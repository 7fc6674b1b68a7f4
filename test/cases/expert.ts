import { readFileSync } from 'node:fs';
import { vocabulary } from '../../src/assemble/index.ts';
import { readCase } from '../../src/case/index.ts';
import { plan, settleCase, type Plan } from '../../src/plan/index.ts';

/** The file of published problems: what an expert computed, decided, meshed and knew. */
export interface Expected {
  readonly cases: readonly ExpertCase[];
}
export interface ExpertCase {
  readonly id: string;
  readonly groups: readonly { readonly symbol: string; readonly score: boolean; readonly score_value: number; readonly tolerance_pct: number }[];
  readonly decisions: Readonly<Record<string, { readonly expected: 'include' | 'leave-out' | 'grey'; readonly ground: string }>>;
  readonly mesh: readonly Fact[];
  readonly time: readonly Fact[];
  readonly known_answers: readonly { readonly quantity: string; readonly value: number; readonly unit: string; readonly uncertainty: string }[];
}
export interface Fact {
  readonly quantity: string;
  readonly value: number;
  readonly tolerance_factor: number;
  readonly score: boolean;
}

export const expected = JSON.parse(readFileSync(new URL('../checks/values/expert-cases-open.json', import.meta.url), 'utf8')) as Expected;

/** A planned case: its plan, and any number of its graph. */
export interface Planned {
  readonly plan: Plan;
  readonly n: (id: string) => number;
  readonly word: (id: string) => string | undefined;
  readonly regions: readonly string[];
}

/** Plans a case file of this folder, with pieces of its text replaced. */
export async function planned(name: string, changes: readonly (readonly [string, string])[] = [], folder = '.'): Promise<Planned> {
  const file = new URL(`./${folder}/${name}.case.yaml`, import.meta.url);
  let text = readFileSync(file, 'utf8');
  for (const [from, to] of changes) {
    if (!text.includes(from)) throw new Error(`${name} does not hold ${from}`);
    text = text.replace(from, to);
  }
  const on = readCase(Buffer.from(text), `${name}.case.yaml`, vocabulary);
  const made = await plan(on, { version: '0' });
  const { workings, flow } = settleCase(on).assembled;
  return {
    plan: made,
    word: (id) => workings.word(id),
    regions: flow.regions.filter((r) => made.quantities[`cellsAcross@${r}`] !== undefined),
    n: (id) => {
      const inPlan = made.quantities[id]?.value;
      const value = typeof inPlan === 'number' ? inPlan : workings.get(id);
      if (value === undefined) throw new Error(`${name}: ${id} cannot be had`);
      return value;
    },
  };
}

________

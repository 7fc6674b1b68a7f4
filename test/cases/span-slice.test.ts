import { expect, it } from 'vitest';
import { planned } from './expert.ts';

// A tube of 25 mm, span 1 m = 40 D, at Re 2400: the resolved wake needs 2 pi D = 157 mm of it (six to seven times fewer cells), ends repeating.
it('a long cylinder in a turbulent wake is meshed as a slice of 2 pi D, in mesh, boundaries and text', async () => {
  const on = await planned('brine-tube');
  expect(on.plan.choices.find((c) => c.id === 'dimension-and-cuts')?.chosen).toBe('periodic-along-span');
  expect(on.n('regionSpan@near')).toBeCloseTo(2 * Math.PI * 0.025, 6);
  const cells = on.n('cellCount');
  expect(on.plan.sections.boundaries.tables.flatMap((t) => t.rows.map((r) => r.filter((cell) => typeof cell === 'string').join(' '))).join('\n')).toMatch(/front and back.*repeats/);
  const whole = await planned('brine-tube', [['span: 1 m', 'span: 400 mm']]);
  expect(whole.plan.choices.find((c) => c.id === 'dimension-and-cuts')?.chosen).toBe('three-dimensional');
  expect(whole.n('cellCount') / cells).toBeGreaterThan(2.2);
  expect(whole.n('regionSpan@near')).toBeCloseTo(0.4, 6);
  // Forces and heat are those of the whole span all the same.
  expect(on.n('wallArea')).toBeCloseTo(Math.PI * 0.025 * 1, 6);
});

________

▶ WHAT IS NEEDED
Where a line in the records above contains the word "cases", copy that line.

▶ ANSWER BOX
filename test/cases/expert.ts
  readonly cases: readonly ExpertCase[];
export const expected = JSON.parse(readFileSync(new URL('../checks/values/expert-cases-open.json', import.meta.url), 'utf8')) as Expected;
filename test/cases/span-slice.test.ts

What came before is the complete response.